▶ What to do: Pull out every line with the word "analysed" from the entries below.
START Source material
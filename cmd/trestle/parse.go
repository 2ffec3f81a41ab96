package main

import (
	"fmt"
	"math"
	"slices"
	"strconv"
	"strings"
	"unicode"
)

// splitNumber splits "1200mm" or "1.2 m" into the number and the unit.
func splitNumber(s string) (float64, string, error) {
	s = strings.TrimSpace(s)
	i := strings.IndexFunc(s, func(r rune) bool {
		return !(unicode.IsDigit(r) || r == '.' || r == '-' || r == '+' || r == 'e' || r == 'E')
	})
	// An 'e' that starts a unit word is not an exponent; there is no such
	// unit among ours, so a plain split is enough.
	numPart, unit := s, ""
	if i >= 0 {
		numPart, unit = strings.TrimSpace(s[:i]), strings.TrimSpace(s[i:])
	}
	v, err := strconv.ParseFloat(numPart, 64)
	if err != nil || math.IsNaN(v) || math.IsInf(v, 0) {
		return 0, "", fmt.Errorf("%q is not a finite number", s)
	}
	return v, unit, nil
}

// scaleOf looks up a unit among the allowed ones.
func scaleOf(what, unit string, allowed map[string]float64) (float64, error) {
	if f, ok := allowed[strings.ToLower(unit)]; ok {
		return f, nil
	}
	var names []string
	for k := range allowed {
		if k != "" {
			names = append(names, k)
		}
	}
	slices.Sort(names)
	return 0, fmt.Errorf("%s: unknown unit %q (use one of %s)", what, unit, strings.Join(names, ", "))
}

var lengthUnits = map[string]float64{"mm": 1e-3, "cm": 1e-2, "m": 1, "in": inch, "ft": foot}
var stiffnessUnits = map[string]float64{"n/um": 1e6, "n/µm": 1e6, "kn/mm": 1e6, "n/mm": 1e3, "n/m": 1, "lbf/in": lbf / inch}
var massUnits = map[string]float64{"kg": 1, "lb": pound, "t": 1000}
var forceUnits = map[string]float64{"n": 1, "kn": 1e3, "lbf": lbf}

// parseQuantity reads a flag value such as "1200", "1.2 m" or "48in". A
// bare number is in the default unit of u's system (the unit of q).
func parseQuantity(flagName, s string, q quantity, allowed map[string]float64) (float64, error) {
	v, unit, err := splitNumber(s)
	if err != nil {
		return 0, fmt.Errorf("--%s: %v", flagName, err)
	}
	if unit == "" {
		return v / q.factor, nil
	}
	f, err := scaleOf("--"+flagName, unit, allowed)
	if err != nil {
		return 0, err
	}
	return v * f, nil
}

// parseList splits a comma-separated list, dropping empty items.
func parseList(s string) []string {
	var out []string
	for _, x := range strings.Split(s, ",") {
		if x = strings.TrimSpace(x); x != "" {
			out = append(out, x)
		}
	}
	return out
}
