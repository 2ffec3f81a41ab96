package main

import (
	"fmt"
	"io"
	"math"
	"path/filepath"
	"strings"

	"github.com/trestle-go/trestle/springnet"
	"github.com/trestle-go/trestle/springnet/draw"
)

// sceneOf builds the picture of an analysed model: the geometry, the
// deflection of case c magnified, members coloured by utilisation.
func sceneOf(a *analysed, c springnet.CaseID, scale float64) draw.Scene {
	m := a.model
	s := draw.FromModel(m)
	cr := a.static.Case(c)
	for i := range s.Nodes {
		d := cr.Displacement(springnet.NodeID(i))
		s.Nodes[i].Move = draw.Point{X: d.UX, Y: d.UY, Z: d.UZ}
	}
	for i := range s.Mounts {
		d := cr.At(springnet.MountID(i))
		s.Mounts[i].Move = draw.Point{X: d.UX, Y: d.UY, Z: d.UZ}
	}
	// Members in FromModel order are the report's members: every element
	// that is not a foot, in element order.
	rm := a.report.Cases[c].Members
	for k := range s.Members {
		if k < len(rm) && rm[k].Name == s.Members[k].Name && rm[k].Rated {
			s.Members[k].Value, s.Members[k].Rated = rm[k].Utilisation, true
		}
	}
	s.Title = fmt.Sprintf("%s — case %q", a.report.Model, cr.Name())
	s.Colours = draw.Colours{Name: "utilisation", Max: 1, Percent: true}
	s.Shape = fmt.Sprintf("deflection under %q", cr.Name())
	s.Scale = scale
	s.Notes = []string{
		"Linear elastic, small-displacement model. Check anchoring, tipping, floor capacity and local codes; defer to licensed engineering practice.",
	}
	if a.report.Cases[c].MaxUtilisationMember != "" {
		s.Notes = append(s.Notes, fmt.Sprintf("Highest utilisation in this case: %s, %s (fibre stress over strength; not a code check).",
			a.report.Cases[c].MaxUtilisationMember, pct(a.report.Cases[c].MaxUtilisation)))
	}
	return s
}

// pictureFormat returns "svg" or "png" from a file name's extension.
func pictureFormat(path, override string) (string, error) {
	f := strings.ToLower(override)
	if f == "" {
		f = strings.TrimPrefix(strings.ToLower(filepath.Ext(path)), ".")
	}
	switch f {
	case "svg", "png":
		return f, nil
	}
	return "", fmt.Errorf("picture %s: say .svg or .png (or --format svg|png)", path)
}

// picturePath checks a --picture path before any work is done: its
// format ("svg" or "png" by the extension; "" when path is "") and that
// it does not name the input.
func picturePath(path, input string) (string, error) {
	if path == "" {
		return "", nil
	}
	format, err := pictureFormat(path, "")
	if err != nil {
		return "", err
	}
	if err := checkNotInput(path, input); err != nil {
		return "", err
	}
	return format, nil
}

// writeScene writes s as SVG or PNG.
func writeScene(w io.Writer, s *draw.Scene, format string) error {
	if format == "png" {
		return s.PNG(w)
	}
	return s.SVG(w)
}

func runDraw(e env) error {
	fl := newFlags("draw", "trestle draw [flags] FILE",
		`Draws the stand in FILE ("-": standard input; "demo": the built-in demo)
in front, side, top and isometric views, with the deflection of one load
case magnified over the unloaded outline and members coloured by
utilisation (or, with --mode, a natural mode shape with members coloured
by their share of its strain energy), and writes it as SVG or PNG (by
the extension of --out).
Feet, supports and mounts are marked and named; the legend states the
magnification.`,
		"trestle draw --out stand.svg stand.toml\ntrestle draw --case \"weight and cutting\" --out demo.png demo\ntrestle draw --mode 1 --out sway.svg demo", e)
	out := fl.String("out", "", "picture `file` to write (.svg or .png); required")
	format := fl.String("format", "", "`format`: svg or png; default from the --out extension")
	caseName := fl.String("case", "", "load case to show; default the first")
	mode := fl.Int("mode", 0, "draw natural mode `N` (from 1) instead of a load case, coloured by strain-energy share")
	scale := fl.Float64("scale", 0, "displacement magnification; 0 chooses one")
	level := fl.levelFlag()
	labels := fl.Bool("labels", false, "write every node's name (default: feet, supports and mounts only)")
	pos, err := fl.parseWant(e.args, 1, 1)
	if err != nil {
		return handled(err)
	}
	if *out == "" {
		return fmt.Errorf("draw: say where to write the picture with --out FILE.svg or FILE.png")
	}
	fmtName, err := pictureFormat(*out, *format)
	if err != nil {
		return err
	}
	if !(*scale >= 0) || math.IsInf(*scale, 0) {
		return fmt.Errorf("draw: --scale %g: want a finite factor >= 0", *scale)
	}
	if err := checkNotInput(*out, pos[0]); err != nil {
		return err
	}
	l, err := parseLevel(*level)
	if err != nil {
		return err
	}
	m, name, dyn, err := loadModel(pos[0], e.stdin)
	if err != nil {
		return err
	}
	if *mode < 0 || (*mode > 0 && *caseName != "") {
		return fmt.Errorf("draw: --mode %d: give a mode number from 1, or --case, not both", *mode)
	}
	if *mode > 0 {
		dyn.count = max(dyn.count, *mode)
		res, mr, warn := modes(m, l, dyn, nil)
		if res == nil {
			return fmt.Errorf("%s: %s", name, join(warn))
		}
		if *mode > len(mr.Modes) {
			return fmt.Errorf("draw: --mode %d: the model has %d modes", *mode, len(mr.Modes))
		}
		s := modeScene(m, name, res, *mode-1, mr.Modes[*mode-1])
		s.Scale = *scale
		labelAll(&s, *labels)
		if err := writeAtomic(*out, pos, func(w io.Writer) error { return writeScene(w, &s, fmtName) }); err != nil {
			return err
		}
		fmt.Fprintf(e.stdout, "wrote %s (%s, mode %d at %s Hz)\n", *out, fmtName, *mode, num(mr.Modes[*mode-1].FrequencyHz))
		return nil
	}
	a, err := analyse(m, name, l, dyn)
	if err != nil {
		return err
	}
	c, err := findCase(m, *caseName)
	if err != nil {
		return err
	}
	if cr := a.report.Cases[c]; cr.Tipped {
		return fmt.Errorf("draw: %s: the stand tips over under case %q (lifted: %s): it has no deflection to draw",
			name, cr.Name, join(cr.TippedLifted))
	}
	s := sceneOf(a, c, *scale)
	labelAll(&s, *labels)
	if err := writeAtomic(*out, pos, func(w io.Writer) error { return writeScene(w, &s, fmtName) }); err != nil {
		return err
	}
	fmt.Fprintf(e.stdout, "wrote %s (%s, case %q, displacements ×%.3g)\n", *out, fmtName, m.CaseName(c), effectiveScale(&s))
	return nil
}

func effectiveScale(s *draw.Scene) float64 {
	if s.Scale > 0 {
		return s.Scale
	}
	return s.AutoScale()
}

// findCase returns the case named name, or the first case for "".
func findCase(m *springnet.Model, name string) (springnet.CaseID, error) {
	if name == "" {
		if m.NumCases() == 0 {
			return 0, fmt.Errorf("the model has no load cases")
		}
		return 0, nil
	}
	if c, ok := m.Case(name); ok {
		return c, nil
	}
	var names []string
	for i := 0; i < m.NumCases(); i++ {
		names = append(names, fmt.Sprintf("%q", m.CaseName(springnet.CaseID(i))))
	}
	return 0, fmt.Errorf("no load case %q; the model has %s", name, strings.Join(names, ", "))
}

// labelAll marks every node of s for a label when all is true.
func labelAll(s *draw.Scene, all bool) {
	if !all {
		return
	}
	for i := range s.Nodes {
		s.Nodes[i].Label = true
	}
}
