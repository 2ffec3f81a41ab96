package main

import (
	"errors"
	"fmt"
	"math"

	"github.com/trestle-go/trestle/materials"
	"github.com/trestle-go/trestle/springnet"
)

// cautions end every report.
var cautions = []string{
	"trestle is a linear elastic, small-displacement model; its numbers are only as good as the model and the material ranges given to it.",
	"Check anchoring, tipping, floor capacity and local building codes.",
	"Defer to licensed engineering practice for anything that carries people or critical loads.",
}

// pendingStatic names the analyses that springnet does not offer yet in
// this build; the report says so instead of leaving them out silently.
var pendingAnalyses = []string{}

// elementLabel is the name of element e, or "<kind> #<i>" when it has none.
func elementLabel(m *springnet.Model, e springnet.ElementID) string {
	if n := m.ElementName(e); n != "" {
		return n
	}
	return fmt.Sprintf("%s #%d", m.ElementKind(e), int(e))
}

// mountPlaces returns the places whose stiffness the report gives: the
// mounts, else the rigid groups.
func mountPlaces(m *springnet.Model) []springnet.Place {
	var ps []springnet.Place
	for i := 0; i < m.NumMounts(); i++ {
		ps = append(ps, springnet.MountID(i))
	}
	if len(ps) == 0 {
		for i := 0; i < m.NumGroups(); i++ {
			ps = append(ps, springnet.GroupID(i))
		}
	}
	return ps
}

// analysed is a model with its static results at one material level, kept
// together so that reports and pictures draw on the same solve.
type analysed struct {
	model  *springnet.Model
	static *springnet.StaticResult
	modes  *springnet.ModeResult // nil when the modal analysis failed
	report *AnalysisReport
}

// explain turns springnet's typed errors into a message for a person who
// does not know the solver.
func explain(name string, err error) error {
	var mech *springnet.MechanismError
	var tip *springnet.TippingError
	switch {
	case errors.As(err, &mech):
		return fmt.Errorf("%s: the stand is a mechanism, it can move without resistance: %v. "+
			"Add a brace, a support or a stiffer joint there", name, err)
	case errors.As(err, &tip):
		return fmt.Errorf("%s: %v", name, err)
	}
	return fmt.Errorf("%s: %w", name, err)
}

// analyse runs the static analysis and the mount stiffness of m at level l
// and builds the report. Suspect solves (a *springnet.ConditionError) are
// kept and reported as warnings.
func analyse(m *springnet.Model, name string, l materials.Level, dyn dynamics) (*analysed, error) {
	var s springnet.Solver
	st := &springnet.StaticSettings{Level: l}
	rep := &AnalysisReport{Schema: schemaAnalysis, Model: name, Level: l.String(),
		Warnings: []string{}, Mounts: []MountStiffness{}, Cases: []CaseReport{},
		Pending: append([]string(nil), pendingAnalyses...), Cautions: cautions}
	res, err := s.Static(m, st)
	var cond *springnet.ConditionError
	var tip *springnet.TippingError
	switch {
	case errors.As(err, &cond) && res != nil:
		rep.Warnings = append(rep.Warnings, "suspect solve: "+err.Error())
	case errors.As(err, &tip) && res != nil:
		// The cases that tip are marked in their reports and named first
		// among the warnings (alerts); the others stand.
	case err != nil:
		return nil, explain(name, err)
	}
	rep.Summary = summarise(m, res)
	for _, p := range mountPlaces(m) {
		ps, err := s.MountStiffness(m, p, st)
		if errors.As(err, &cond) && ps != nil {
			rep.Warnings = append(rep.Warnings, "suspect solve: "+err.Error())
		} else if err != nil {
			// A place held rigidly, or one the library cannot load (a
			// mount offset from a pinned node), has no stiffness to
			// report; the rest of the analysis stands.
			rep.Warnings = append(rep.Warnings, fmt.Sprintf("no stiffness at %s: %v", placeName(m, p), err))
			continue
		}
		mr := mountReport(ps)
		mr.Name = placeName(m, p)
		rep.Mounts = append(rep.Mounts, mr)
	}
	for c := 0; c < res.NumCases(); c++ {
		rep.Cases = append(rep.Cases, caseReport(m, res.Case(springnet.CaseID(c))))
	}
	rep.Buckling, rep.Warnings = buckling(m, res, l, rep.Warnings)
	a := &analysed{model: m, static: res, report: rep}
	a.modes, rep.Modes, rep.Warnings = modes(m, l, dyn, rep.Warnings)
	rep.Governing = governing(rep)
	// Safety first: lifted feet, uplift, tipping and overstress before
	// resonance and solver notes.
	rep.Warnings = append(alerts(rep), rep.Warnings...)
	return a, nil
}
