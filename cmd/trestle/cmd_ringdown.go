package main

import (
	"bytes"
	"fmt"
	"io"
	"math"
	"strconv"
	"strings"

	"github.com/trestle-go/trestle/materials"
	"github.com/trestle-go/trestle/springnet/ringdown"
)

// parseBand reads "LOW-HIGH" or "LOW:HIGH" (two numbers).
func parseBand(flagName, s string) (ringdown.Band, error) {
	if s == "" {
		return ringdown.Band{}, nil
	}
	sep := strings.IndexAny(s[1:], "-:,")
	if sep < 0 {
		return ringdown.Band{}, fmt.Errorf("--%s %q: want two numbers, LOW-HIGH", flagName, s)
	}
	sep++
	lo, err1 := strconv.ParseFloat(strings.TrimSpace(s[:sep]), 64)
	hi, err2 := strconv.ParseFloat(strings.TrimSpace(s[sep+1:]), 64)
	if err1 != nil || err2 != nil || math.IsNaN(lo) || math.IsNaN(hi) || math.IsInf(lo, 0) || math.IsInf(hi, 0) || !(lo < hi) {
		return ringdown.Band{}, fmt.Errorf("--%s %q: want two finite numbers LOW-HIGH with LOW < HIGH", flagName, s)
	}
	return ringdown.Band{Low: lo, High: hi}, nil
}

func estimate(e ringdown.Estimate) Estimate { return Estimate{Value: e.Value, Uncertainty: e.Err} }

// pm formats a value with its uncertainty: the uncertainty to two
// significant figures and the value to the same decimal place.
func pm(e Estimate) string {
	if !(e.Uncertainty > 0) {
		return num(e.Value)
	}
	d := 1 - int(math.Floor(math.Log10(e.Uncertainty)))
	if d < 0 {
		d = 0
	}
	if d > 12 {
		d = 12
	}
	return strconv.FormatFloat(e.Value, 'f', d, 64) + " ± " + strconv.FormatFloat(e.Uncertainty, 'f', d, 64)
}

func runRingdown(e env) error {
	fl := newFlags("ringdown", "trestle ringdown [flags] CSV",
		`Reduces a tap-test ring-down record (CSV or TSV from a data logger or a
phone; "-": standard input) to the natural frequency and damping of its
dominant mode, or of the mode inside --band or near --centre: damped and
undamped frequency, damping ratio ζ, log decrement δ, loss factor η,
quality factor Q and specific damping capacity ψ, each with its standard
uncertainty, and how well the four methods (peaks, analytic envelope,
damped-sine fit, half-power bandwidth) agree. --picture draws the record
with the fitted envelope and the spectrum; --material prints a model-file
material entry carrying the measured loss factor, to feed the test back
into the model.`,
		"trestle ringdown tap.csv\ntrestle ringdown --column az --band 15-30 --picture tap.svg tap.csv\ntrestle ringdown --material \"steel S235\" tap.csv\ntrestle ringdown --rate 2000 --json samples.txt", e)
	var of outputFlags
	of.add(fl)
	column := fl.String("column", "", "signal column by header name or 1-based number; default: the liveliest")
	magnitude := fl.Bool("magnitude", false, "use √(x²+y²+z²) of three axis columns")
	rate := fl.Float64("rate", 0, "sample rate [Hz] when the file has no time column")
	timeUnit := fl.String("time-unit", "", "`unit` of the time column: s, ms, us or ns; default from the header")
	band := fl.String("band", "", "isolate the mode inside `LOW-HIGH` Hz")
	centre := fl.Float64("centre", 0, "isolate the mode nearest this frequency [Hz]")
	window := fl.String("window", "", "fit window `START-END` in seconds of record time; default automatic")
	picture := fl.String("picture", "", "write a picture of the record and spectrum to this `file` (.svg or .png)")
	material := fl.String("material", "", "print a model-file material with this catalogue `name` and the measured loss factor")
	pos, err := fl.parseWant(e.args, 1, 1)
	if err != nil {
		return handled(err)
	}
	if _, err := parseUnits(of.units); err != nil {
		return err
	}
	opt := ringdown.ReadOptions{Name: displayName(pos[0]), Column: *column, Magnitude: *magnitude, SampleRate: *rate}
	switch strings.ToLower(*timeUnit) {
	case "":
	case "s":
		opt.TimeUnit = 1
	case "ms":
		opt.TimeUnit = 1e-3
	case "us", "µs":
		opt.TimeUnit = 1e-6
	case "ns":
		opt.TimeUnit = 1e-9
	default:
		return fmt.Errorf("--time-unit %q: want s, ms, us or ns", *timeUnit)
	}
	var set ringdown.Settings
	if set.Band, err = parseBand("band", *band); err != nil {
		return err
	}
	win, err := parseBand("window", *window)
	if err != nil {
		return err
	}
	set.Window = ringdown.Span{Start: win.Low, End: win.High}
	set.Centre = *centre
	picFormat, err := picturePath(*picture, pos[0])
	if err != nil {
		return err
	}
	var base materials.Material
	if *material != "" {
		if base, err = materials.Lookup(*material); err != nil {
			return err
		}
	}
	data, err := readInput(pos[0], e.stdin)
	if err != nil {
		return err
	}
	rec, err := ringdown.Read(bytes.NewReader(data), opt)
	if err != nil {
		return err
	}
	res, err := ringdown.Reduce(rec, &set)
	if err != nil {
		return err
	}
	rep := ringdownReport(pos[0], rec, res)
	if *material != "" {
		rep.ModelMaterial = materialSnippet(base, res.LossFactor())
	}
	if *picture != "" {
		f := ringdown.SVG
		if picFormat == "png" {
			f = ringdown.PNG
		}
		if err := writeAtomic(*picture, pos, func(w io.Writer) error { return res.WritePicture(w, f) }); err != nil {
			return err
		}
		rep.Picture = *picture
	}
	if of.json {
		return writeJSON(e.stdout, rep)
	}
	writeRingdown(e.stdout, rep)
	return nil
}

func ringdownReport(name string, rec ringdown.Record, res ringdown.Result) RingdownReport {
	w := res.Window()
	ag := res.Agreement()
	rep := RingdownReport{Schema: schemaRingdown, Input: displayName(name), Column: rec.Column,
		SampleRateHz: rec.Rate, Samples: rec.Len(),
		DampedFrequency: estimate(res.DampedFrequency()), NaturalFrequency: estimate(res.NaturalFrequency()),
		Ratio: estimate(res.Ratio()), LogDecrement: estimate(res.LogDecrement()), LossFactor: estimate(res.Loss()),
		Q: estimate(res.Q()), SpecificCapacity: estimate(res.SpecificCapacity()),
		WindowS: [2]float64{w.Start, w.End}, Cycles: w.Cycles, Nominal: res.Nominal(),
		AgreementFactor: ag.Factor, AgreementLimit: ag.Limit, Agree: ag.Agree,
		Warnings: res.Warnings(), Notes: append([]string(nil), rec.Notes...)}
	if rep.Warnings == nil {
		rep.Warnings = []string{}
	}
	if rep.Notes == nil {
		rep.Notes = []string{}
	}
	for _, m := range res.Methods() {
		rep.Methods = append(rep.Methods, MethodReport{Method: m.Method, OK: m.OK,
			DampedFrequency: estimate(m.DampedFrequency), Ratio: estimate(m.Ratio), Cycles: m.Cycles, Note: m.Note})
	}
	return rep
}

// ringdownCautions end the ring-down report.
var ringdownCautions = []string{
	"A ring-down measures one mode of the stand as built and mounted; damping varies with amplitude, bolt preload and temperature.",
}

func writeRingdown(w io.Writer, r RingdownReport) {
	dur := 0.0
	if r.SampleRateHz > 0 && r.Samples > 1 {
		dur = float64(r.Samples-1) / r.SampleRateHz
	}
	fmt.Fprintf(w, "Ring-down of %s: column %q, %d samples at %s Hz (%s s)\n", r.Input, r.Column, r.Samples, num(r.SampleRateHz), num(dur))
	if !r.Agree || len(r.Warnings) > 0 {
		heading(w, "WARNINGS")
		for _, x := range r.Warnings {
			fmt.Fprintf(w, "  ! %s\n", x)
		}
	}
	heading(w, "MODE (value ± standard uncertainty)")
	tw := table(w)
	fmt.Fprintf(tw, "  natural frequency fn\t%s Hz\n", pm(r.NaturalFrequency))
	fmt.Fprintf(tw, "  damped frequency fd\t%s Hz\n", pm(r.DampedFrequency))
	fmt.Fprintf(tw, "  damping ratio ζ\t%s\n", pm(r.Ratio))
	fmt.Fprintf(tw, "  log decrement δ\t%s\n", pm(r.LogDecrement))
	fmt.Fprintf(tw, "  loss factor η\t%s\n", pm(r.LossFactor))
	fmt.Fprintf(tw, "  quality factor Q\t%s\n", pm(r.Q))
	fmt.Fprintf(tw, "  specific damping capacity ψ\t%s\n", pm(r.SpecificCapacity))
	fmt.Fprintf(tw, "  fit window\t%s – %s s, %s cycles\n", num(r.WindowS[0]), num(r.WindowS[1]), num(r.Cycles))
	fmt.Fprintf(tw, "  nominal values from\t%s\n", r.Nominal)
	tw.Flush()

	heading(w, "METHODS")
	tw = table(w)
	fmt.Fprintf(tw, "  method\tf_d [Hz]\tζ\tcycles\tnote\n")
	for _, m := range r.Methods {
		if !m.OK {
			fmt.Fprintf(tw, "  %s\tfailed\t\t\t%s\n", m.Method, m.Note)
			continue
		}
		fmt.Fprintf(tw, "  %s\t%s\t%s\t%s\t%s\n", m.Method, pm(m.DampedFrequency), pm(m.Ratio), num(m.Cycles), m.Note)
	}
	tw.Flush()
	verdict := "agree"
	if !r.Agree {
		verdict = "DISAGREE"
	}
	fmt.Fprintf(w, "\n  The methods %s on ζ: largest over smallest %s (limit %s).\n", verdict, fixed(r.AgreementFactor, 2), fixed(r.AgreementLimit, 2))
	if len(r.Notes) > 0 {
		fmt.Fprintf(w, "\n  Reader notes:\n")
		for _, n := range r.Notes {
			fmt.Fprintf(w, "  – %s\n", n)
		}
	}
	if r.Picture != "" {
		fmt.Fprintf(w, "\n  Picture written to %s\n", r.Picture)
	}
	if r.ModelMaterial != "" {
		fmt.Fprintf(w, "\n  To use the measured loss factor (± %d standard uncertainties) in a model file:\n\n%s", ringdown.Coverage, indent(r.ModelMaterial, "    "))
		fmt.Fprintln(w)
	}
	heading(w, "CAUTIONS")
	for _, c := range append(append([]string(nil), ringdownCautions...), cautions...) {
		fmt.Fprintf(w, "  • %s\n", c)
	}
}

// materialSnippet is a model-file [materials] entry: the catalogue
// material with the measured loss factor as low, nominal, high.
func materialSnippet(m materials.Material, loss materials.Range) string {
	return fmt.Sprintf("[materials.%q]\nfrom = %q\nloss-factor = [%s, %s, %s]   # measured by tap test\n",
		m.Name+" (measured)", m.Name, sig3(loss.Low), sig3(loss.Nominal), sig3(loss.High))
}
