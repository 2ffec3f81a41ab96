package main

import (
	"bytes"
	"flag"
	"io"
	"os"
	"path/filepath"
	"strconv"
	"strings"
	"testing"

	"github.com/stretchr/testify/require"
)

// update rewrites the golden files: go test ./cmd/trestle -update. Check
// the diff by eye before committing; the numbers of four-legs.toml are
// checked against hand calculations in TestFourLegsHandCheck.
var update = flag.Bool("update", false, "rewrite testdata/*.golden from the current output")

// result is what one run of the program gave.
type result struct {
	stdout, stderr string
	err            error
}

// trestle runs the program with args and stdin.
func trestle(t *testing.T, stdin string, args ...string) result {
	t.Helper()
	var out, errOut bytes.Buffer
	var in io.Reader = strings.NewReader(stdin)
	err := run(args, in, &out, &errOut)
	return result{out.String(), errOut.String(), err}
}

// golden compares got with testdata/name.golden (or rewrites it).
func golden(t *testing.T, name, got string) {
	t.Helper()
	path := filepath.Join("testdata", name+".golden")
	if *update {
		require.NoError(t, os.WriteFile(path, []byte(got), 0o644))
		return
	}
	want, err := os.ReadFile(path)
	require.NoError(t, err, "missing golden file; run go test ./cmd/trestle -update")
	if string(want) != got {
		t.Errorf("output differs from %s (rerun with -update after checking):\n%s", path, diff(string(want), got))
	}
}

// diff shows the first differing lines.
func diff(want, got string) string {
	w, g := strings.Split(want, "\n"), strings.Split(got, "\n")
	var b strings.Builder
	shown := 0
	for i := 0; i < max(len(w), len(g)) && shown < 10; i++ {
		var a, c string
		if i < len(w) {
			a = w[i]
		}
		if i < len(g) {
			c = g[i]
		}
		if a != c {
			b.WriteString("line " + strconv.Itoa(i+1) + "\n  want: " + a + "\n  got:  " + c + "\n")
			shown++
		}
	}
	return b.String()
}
END Source material
▶ Reply:
// sceneOf builds the picture of an analysed model: the geometry, the
func sceneOf(a *analysed, c springnet.CaseID, scale float64) draw.Scene {
// analysed is a model with its static results at one material level, kept
type analysed struct {
func analyse(m *springnet.Model, name string, l materials.Level, dyn dynamics) (*analysed, error) {
	a := &analysed{model: m, static: res, report: rep}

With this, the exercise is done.